ASSIGNED TASK:
Give back exactly the lines of the data below, starting with the line that has "lo = 0; hi = 1;" and going on through the line that has "const biggest = Math.max(...s.ticks.map(Math.abs), 0);".

··· EXTRACTED RECORDS

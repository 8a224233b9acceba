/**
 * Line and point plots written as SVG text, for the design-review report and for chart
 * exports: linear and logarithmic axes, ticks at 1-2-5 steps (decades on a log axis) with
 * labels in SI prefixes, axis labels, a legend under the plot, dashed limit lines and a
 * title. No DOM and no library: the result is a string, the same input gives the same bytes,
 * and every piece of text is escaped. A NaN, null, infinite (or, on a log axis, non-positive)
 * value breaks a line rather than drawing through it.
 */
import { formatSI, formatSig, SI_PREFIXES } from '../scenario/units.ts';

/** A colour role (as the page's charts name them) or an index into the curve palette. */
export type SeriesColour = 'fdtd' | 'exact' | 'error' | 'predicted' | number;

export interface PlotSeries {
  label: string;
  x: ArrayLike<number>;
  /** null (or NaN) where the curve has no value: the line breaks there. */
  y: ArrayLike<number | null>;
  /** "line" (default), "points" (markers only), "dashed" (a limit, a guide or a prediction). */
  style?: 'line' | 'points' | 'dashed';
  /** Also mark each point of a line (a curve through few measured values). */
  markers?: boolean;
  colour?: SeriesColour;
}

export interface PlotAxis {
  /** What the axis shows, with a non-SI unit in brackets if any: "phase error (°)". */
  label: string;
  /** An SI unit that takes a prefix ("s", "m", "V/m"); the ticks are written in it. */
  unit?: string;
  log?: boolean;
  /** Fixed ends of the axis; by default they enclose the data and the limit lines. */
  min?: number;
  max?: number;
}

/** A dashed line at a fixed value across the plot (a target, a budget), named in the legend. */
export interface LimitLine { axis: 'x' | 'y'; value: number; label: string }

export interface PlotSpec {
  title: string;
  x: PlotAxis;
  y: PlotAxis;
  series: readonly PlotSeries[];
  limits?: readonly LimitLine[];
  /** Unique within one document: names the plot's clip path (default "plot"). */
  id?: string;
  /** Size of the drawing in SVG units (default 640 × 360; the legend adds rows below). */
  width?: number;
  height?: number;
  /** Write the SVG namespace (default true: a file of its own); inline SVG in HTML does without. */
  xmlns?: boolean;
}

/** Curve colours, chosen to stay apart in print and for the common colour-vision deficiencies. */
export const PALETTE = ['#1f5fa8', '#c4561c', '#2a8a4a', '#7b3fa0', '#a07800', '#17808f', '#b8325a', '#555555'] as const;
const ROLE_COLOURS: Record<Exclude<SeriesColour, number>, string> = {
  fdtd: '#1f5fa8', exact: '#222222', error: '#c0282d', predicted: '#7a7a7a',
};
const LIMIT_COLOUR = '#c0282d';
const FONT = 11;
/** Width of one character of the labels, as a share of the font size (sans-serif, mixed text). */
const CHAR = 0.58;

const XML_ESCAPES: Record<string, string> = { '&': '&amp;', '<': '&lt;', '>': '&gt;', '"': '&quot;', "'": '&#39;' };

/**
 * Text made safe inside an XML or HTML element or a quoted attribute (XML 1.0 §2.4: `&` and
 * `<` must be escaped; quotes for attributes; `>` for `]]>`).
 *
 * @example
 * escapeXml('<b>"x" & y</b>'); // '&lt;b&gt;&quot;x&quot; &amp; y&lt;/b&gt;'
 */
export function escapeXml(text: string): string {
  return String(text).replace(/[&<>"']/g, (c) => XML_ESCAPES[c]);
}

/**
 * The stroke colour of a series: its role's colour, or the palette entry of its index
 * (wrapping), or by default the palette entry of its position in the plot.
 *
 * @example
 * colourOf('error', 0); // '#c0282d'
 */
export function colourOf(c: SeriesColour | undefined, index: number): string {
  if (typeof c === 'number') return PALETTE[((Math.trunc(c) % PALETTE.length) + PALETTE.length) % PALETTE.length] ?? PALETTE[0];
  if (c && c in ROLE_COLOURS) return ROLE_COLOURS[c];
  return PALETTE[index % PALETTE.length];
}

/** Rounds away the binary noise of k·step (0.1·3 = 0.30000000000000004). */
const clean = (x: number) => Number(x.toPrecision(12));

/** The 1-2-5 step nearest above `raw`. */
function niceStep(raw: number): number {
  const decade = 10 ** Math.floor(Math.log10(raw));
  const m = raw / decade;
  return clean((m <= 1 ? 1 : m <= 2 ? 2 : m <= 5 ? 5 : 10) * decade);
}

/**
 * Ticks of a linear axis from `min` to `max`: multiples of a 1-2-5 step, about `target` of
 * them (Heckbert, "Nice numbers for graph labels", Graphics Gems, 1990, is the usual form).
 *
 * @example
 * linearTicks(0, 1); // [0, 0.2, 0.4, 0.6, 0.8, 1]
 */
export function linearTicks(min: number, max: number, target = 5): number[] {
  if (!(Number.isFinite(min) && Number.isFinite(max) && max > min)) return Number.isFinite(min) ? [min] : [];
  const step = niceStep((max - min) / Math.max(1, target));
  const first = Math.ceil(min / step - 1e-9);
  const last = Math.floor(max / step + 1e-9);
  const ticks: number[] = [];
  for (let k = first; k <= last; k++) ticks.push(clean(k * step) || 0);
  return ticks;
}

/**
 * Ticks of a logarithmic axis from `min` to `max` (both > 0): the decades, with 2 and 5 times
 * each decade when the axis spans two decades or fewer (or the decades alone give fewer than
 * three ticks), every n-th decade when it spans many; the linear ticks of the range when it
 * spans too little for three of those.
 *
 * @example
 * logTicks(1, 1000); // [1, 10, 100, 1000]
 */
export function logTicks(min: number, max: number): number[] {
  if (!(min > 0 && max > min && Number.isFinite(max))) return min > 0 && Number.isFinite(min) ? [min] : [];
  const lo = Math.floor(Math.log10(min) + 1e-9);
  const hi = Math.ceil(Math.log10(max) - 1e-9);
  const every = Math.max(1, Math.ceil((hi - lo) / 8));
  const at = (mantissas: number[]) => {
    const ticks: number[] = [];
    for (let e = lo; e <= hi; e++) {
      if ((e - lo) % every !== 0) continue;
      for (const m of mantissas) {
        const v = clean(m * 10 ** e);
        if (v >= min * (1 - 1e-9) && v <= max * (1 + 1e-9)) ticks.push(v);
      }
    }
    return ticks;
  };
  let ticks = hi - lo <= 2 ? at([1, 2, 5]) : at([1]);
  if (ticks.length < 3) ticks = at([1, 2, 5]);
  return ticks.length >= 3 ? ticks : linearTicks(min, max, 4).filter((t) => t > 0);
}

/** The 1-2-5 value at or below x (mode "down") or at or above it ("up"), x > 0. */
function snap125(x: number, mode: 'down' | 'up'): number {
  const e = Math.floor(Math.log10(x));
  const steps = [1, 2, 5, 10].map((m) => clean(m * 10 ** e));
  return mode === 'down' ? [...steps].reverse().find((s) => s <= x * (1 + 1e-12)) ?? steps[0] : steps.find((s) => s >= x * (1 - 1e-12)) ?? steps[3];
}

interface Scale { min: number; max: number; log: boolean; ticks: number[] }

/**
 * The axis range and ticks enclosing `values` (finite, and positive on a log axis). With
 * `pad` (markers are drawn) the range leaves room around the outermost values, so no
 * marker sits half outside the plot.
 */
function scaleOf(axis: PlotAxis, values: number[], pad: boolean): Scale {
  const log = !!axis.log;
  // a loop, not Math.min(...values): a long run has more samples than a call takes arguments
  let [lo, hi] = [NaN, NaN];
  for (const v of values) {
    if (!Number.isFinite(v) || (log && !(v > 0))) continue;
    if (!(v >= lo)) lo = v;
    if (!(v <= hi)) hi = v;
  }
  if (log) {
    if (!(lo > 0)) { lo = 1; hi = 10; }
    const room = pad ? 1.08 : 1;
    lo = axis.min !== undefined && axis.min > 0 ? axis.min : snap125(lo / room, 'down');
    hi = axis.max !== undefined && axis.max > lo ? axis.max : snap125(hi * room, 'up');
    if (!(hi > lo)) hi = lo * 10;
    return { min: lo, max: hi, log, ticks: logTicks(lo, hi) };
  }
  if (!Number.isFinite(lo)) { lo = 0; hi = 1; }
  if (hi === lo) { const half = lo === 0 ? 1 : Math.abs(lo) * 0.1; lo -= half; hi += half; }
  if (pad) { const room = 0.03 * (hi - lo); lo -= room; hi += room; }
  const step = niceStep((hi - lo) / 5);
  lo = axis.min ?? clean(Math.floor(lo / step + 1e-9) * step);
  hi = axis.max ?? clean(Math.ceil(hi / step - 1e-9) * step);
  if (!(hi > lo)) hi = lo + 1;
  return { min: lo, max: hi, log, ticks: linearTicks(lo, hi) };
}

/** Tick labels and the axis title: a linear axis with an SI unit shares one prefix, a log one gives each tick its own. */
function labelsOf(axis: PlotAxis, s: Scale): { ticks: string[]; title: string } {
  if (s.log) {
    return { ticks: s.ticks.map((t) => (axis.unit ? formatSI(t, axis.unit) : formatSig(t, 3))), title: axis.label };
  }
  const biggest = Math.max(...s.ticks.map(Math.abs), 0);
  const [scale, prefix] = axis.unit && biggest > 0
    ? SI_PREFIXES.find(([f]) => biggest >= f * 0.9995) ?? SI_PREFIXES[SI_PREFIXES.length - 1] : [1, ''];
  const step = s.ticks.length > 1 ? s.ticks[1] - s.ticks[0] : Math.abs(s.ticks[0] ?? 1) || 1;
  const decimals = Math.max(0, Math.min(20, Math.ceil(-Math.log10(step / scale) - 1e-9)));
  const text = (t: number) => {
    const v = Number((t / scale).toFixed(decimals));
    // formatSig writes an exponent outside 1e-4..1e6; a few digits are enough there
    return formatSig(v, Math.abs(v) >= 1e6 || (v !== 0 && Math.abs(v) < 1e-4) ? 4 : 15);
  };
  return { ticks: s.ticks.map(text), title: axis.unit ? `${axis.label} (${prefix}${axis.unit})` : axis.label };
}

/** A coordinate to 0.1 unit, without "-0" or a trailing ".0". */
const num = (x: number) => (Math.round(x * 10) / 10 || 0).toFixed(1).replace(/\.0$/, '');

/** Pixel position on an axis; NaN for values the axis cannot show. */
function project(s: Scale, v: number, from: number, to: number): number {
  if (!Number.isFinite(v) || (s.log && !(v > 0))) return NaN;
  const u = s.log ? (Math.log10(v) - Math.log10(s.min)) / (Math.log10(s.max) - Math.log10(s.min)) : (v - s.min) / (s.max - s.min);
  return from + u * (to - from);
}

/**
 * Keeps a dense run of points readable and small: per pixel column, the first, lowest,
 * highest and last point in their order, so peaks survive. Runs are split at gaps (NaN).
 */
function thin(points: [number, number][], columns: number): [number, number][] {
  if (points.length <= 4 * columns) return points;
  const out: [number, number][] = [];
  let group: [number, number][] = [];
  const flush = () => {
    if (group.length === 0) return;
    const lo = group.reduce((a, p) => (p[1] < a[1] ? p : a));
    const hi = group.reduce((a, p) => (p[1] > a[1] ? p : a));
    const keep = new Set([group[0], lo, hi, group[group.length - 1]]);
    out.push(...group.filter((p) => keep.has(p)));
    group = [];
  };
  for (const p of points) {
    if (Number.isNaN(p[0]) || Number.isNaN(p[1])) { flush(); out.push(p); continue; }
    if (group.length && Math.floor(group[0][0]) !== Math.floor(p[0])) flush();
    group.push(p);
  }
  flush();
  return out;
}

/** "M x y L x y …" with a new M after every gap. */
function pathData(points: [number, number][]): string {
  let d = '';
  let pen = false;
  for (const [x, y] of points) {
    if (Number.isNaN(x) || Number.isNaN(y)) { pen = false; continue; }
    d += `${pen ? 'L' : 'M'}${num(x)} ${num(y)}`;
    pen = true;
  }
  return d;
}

······

RESPONSE FOR THIS EXERCISE:
  if (!Number.isFinite(lo)) { lo = 0; hi = 1; }
  if (hi === lo) { const half = lo === 0 ? 1 : Math.abs(lo) * 0.1; lo -= half; hi += half; }
  if (pad) { const room = 0.03 * (hi - lo); lo -= room; hi += room; }
  const step = niceStep((hi - lo) / 5);
  lo = axis.min ?? clean(Math.floor(lo / step + 1e-9) * step);
  hi = axis.max ?? clean(Math.ceil(hi / step - 1e-9) * step);
  if (!(hi > lo)) hi = lo + 1;
  return { min: lo, max: hi, log, ticks: linearTicks(lo, hi) };
}

/** Tick labels and the axis title: a linear axis with an SI unit shares one prefix, a log one gives each tick its own. */
function labelsOf(axis: PlotAxis, s: Scale): { ticks: string[]; title: string } {
  if (s.log) {
    return { ticks: s.ticks.map((t) => (axis.unit ? formatSI(t, axis.unit) : formatSig(t, 3))), title: axis.label };
  }
  const biggest = Math.max(...s.ticks.map(Math.abs), 0);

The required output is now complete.